Could you retype the entries exactly as they are?

------ The data ------

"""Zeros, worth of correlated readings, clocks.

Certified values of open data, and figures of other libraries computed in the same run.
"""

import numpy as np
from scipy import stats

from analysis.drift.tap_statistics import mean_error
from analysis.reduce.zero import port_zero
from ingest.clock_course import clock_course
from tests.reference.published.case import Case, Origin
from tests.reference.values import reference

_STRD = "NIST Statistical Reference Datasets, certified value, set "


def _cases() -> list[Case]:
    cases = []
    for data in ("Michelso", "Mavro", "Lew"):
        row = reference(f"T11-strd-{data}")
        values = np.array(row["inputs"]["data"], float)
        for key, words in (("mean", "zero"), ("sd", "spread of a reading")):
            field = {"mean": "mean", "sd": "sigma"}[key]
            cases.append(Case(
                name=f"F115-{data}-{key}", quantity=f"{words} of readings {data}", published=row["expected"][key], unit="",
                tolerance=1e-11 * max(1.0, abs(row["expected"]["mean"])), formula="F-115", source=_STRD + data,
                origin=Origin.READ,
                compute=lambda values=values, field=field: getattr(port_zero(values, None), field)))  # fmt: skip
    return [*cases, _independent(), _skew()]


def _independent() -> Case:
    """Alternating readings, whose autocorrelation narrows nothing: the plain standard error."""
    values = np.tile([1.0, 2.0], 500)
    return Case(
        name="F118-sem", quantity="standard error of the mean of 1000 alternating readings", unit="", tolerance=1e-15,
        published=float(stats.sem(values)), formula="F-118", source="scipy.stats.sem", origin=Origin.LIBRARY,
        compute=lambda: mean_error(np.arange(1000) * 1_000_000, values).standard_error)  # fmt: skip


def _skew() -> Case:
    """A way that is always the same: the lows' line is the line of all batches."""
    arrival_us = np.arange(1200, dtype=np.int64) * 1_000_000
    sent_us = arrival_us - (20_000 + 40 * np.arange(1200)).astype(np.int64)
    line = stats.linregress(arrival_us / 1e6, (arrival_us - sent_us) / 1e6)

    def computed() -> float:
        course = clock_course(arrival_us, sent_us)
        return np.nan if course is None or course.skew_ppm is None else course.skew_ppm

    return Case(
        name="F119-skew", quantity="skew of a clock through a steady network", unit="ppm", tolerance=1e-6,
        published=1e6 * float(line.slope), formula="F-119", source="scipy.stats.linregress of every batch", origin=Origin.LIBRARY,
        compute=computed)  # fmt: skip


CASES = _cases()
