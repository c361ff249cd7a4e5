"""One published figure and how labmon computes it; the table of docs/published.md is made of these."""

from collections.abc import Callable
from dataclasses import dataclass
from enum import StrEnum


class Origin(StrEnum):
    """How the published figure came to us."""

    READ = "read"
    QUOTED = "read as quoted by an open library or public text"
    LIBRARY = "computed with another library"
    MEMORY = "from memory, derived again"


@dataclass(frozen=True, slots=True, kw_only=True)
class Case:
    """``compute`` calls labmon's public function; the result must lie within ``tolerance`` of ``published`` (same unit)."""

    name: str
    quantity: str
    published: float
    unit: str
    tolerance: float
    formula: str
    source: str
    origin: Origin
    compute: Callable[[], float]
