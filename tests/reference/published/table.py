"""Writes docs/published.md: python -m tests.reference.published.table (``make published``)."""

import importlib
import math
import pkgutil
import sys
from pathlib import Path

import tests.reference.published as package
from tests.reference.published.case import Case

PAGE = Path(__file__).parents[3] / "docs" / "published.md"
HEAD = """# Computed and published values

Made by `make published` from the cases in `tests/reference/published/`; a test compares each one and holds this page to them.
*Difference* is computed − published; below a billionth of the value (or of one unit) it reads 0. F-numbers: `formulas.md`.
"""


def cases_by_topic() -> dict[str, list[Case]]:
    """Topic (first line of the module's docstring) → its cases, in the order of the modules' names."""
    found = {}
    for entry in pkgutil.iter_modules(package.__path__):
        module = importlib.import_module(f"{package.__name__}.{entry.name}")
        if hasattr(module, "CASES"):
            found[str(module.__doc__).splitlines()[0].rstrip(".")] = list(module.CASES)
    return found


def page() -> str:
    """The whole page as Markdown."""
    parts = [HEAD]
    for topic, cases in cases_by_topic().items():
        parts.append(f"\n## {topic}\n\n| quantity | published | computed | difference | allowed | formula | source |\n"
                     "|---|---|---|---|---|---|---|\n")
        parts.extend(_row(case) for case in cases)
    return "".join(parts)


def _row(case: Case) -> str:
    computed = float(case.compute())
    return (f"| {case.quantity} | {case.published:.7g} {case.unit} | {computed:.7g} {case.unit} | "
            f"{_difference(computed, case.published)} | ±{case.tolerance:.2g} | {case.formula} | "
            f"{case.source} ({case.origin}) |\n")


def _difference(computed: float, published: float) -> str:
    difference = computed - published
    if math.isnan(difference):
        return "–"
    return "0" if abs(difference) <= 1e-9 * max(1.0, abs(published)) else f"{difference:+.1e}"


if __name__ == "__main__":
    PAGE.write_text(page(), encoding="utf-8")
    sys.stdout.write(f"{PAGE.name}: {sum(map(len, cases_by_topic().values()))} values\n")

------

● Solution to the problem:
"""Zeros, worth of correlated readings, clocks.

Certified values of open data, and figures of other libraries computed in the same run.
"""

import numpy as np
from scipy import stats

from analysis.drift.tap_statistics import mean_error
from analysis.reduce.zero import port_zero
from ingest.clock_course import clock_course
from tests.reference.published.case import Case, Origin
from tests.reference.values import reference

_STRD = "NIST Statistical Reference Datasets, certified value, set "


def _cases() -> list[Case]:
    cases = []
    for data in ("Michelso", "Mavro", "Lew"):
        row = reference(f"T11-strd-{data}")
        values = np.array(row["inputs"]["data"], float)
        for key, words in (("mean", "zero"), ("sd", "spread of a reading")):
            field = {"mean": "mean", "sd": "sigma"}[key]
            cases.append(Case(
                name=f"F115-{data}-{key}", quantity=f"{words} of readings {data}", published=row["expected"][key], unit="",
                tolerance=1e-11 * max(1.0, abs(row["expected"]["mean"])), formula="F-115", source=_STRD + data,
                origin=Origin.READ,
                compute=lambda values=values, field=field: getattr(port_zero(values, None), field)))  # fmt: skip
    return [*cases, _independent(), _skew()]


def _independent() -> Case:
    """Alternating readings, whose autocorrelation narrows nothing: the plain standard error."""
    values = np.tile([1.0, 2.0], 500)
    return Case(
        name="F118-sem", quantity="standard error of the mean of 1000 alternating readings", unit="", tolerance=1e-15,
        published=float(stats.sem(values)), formula="F-118", source="scipy.stats.sem", origin=Origin.LIBRARY,
        compute=lambda: mean_error(np.arange(1000) * 1_000_000, values).standard_error)  # fmt: skip


def _skew() -> Case:
    """A way that is always the same: the lows' line is the line of all batches."""
    arrival_us = np.arange(1200, dtype=np.int64) * 1_000_000
    sent_us = arrival_us - (20_000 + 40 * np.arange(1200)).astype(np.int64)
    line = stats.linregress(arrival_us / 1e6, (arrival_us - sent_us) / 1e6)

    def computed() -> float:
        course = clock_course(arrival_us, sent_us)
        return np.nan if course is None or course.skew_ppm is None else course.skew_ppm

    return Case(
        name="F119-skew", quantity="skew of a clock through a steady network", unit="ppm", tolerance=1e-6,
        published=1e6 * float(line.slope), formula="F-119", source="scipy.stats.linregress of every batch", origin=Origin.LIBRARY,
        compute=computed)  # fmt: skip


CASES = _cases()
repository c361ff249cd7a4e5
"""One published figure and how labmon computes it; the table of docs/published.md is made of these."""

from collections.abc import Callable
from dataclasses import dataclass
from enum import StrEnum


class Origin(StrEnum):
    """How the published figure came to us."""

    READ = "read"
    QUOTED = "read as quoted by an open library or public text"
    LIBRARY = "computed with another library"
    MEMORY = "from memory, derived again"


@dataclass(frozen=True, slots=True, kw_only=True)
class Case:
    """``compute`` calls labmon's public function; the result must lie within ``tolerance`` of ``published`` (same unit)."""

    name: str
    quantity: str
    published: float
    unit: str
    tolerance: float
    formula: str
    source: str
    origin: Origin
    compute: Callable[[], float]
filename tests/reference/published/table.py
"""Writes docs/published.md: python -m tests.reference.published.table (``make published``)."""

import importlib
import math
import pkgutil
import sys
from pathlib import Path

import tests.reference.published as package
from tests.reference.published.case import Case

PAGE = Path(__file__).parents[3] / "docs" / "published.md"
HEAD = """# Computed and published values

Made by `make published` from the cases in `tests/reference/published/`; a test compares each one and holds this page to them.
*Difference* is computed − published; below a billionth of the value (or of one unit) it reads 0. F-numbers: `formulas.md`.
"""


def cases_by_topic() -> dict[str, list[Case]]:
    """Topic (first line of the module's docstring) → its cases, in the order of the modules' names."""
    found = {}
    for entry in pkgutil.iter_modules(package.__path__):
        module = importlib.import_module(f"{package.__name__}.{entry.name}")
        if hasattr(module, "CASES"):
            found[str(module.__doc__).splitlines()[0].rstrip(".")] = list(module.CASES)
    return found


def page() -> str:
    """The whole page as Markdown."""
    parts = [HEAD]
    for topic, cases in cases_by_topic().items():
        parts.append(f"\n## {topic}\n\n| quantity | published | computed | difference | allowed | formula | source |\n"
                     "|---|---|---|---|---|---|---|\n")
        parts.extend(_row(case) for case in cases)
    return "".join(parts)


def _row(case: Case) -> str:
    computed = float(case.compute())
    return (f"| {case.quantity} | {case.published:.7g} {case.unit} | {computed:.7g} {case.unit} | "
            f"{_difference(computed, case.published)} | ±{case.tolerance:.2g} | {case.formula} | "
            f"{case.source} ({case.origin}) |\n")


def _difference(computed: float, published: float) -> str:
    difference = computed - published
    if math.isnan(difference):
        return "–"
    return "0" if abs(difference) <= 1e-9 * max(1.0, abs(published)) else f"{difference:+.1e}"


if __name__ == "__main__":
    PAGE.write_text(page(), encoding="utf-8")
    sys.stdout.write(f"{PAGE.name}: {sum(map(len, cases_by_topic().values()))} values\n")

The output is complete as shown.